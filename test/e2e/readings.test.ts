import { afterAll, beforeAll, describe, expect, inject, it } from 'vitest';
import type { Browser, Page } from 'playwright-core';
import { launchBrowser } from './browser.ts';
import { nodeQuery, openSite } from './sitePage.ts';

const READINGS = ['standard', 'scattering_core', 'dense_gas', 'small_bolometric'];

/** Waits until the Readings page's charts show `reading` and the comparison is drawn. */
async function waitForReading(page: Page, reading: string): Promise<void> {
  await page.waitForFunction((r) => document.querySelector<HTMLElement>('#reading-charts')?.dataset.reading === r, reading, { timeout: 60_000 });
  await page.waitForFunction(() => (document.querySelector<HTMLElement>('[data-shift-chart]')?.dataset.pair ?? '') !== '', undefined, { timeout: 60_000 });
}

describe('readings', () => {
  let browser: Browser;
  beforeAll(async () => {
    browser = await launchBrowser();
  });
  afterAll(async () => {
    await browser?.close();
  });

  it('shows every reading side by side, and switching the reading redraws the charts and marks its summary row', async () => {
    const site = await openSite(browser, inject('siteUrl'));
    try {
      const { page } = site;
      await page.goto(new URL('readings/', inject('siteUrl')).href);
      expect(await page.locator('[data-reading-row]').evaluateAll((rows) => rows.map((r) => (r as HTMLElement).dataset.readingRow))).toEqual(READINGS);
      await waitForReading(page, 'standard');
      const before = await page.locator('#reading-charts [data-chart="mbh-z"] svg').innerHTML();
      await page.selectOption('[data-reading-switch]', 'scattering_core');
      await waitForReading(page, 'scattering_core');
      const after = await page.locator('#reading-charts [data-chart="mbh-z"] svg').innerHTML();
      expect(after).not.toBe(before);
      await expect(page.locator('[data-reading-row="scattering_core"]').getAttribute('aria-current')).resolves.toBe('true');
      expect(page.url()).toContain('reading=scattering_core');
      expect(await page.locator('[data-shift-chart] svg').count()).toBeGreaterThan(0);
      expect(site.foreign()).toEqual([]);
      expect(site.errors).toEqual([]);
    } finally {
      await site.close();
    }
  });

  it('fits a 390 px wide screen without horizontal scrolling, with its charts, tables and form drawn', async () => {
    const site = await openSite(browser, inject('siteUrl'));
    const { page } = site;
    try {
      await page.setViewportSize({ width: 390, height: 844 });
      await page.goto(new URL('readings/', inject('siteUrl')).href);
      await waitForReading(page, 'standard');
      const [scroll, client] = await page.evaluate(() => [document.documentElement.scrollWidth, document.documentElement.clientWidth]);
      expect(scroll, `the Readings page is ${scroll} px wide in a ${client} px window`).toBeLessThanOrEqual(client);
      // Nothing is cut off instead: every chart fits its cell.
      const widest = await page.evaluate(() => Math.max(...Array.from(document.querySelectorAll('[data-readings-page] svg')).map((s) => s.getBoundingClientRect().right)));
      expect(widest).toBeLessThanOrEqual(client);
      expect(site.errors).toEqual([]);
    } finally {
      await site.close();
    }
  });

  it('restores the reading and the compared pair from its URL', async () => {
    const site = await openSite(browser, inject('siteUrl'));
    try {
      const { page } = site;
      await page.goto(new URL('readings/?reading=dense_gas&a=small_bolometric&b=dense_gas', inject('siteUrl')).href);
      await waitForReading(page, 'dense_gas');
      await expect(page.locator('[data-reading-switch]').inputValue()).resolves.toBe('dense_gas');
      await expect(page.locator('[data-shift-chart]').getAttribute('data-pair')).resolves.toBe('small_bolometric>dense_gas');
    } finally {
      await site.close();
    }
  });

  it('answers SQL on the readings table with the same numbers as the file, and lists every reading on an object page', async () => {
    const site = await openSite(browser, inject('siteUrl'));
    try {
      const { page } = site;
      await page.goto(new URL('object/CDW-00009/', inject('siteUrl')).href);
      expect(await page.locator('[data-object-readings] [data-reading-value]').evaluateAll((rows) => rows.map((r) => (r as HTMLElement).dataset.readingValue))).toEqual(READINGS);
    } finally {
      await site.close();
    }
  });

  it('derives a custom reading live from its URL, with the CLI\'s numbers for the same reading and seed', async () => {
    // L_bol/L5100 = 5 and nothing else is the small_bolometric reading: the browser's rows must be the CLI's.
    const site = await openSite(browser, inject('siteUrl'));
    try {
      const { page } = site;
      await page.goto(new URL('readings/?reading=custom&a=small_bolometric&b=custom&deflation=1&l5100=5&dust=standard', inject('siteUrl')).href);
      await waitForReading(page, 'custom');
      await expect(page.locator('[data-custom-form] [name="l5100"]').inputValue()).resolves.toBe('5');
      await expect(page.locator('[data-reading-row="custom"]').count()).resolves.toBe(1);
      const rows = await page.evaluate(() => (window as unknown as { censusCustomReading: Record<string, unknown>[] }).censusCustomReading);
      const cli = await nodeQuery(
        inject('demoParquet').replace(/\.parquet$/, '.readings.parquet'),
        `SELECT * FROM census WHERE reading = 'small_bolometric'`,
      );
      const byId = new Map(cli.map((r) => [r.id, r]));
      expect(rows.length).toBeGreaterThan(300);
      for (const r of rows) {
        const c = byId.get(r.id)!;
        // Flags and Monte Carlo fractions: identical. Nominal values: measured to differ by an ulp or two for a few
        // objects (log M_BH 7.108400147756116 against 7.108400147756113), like the percentiles below.
        for (const k of ['p_super_eddington', 'flags']) expect(r[k], `${String(r.id)} ${k}`).toBe(c[k]);
        for (const k of ['log_mbh', 'log_lbol', 'log_edd_ratio', 'delta_log_mbh_local']) {
          if (c[k] === null) expect(r[k]).toBeNull();
          else expect(Math.abs((r[k] as number) - (c[k] as number)), `${String(r.id)} ${k}`).toBeLessThanOrEqual(1e-12);
        }
        // Percentiles and λ required (exp/log of the growth time): measured to differ in the last bits for a few
        // objects between Node's and Chromium's V8 math (see README); known gap, not yet traced.
        for (const k of ['lambda_req_light', 'log_mbh_p16', 'log_mbh_p84', 'log_lbol_p16', 'log_edd_ratio_p84']) {
          if (c[k] === null) expect(r[k]).toBeNull();
          else expect(Math.abs((r[k] as number) - (c[k] as number)), `${String(r.id)} ${k}`).toBeLessThanOrEqual(1e-12);
        }
      }
      expect(site.errors).toEqual([]);
    } finally {
      await site.close();
    }
  });

  it('stops an out-of-range custom factor with one line naming it', async () => {
    const site = await openSite(browser, inject('siteUrl'));
    try {
      const { page } = site;
      await page.goto(new URL('readings/', inject('siteUrl')).href);
      await waitForReading(page, 'standard');
      await page.evaluate(() => {
        const input = document.querySelector<HTMLInputElement>('[data-custom-form] [name="deflation"]')!;
        input.removeAttribute('max');
        input.value = '40';
      });
      await page.click('[data-custom-form] button[type="submit"]');
      await expect(page.locator('[data-custom-status]').textContent()).resolves.toMatch(/^your reading\.deflation must be a number between 1 and 10/);
    } finally {
      await site.close();
    }
  });

  it('places a new object under every reading', async () => {
    const site = await openSite(browser, inject('siteUrl'));
    try {
      const { page } = site;
      await page.goto(new URL('place/', inject('siteUrl')).href);
      await page.fill('#place-id', 'INVENTED-READINGS-1');
      await page.fill('#place-z', '6.3');
      await page.fill('#place-fwhm', '2400');
      await page.fill('#place-fwhm_err', '200');
      await page.selectOption('#place-strength_unit', '1e-18 erg s-1 cm-2');
      await page.fill('#place-strength', '8.5');
      await page.fill('#place-strength_err', '0.6');
      await page.click('#place-form button[type=submit]');
      await page.waitForSelector('[data-place-readings]');
      expect(await page.locator('[data-place-readings] [data-reading-value]').evaluateAll((rows) => rows.map((r) => (r as HTMLElement).dataset.readingValue))).toEqual(READINGS);
      const masses = await page.locator('[data-place-readings] tbody tr td:nth-of-type(1)').allTextContents();
      // The scattering reading (no core width: deflation 10) lowers the Hα mass by 2.06 dex (FWHM exponent 2.06, Reines & Volonteri 2015 eq. 5).
      expect(Number(masses[0]) - Number(masses[1])).toBeCloseTo(2.06, 1);
    } finally {
      await site.close();
    }
  });
});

§ **Task description**: Retype only the stretch of lines above starting at the one with "await page.fill('#place-strength', '8.5');" and stopping at the one with "const masses = await", exactly as written, with both kept.

§ **Response**:
      await page.fill('#place-strength', '8.5');
      await page.fill('#place-strength_err', '0.6');
      await page.click('#place-form button[type=submit]');
      await page.waitForSelector('[data-place-readings]');
      expect(await page.locator('[data-place-readings] [data-reading-value]').evaluateAll((rows) => rows.map((r) => (r as HTMLElement).dataset.readingValue))).toEqual(READINGS);
      const masses = await page.locator('[data-place-readings] tbody tr td:nth-of-type(1)').allTextContents();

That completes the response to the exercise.